═════ Information given ═════

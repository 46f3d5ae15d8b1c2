package evidence

import (
	"errors"
	"image"
	"image/color"
	"image/draw"
)

// ErrNoPlace is the cause where a result has no place on the page.
var ErrNoPlace = errors.New("no place on the page is known")

var (
	outline = color.RGBA{0x8a, 0x1f, 0x4d, 0xff}
	around  = color.RGBA{0x12, 0x59, 0x5b, 0xff}
)

// CutOut cuts the place of a result out of the picture of its page: the whole
// width of the page, from margin pixels above the result to margin below it, with
// the result's own numbers outlined and other places (n, arm, the meaning of the
// spread) outlined by dashes where they lie inside. scale is pixels a point, for
// the width of the lines. page is not changed.
func CutOut(page image.Image, own, others []image.Rectangle, margin int, scale float64) (image.Image, error) {
	var all image.Rectangle
	for _, r := range own {
		all = all.Union(r.Canon().Intersect(page.Bounds()))
	}
	if all.Empty() {
		return nil, ErrNoPlace
	}
	b := page.Bounds()
	window := image.Rect(b.Min.X, all.Min.Y-margin, b.Max.X, all.Max.Y+margin).Intersect(b)
	out := image.NewRGBA(window)
	draw.Draw(out, window, page, window.Min, draw.Src)
	pad, pen := int(2*scale)+1, max(1, int(1.2*scale))
	for _, r := range others {
		if r = r.Canon(); !r.Intersect(window).Empty() {
			frame(out, r.Inset(-pad), max(1, pen/2), around, int(4*scale)+2)
		}
	}
	for _, r := range own {
		frame(out, r.Canon().Inset(-pad), pen, outline, 0)
	}
	return out, nil
}

// frame draws a rectangle; dash is the length of a dash and of the gap after it,
// 0 for a whole line.
func frame(dst *image.RGBA, r image.Rectangle, pen int, c color.Color, dash int) {
	for y := r.Min.Y; y < r.Max.Y; y++ {
		for x := r.Min.X; x < r.Max.X; x++ {
			side := x < r.Min.X+pen || x >= r.Max.X-pen
			top := y < r.Min.Y+pen || y >= r.Max.Y-pen
			if !side && !top {
				x = r.Max.X - pen - 1 // nothing to draw inside
				continue
			}
			along := x - r.Min.X
			if side && !top {
				along = y - r.Min.Y
			}
			if dash > 0 && along/dash%2 == 1 {
				continue
			}
			if (image.Point{X: x, Y: y}).In(dst.Bounds()) {
				dst.Set(x, y, c)
			}
		}
	}
}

═════

Work to be completed: Please tally the lines of the material that contain the word "scale", then give the total alone.

Answer: 4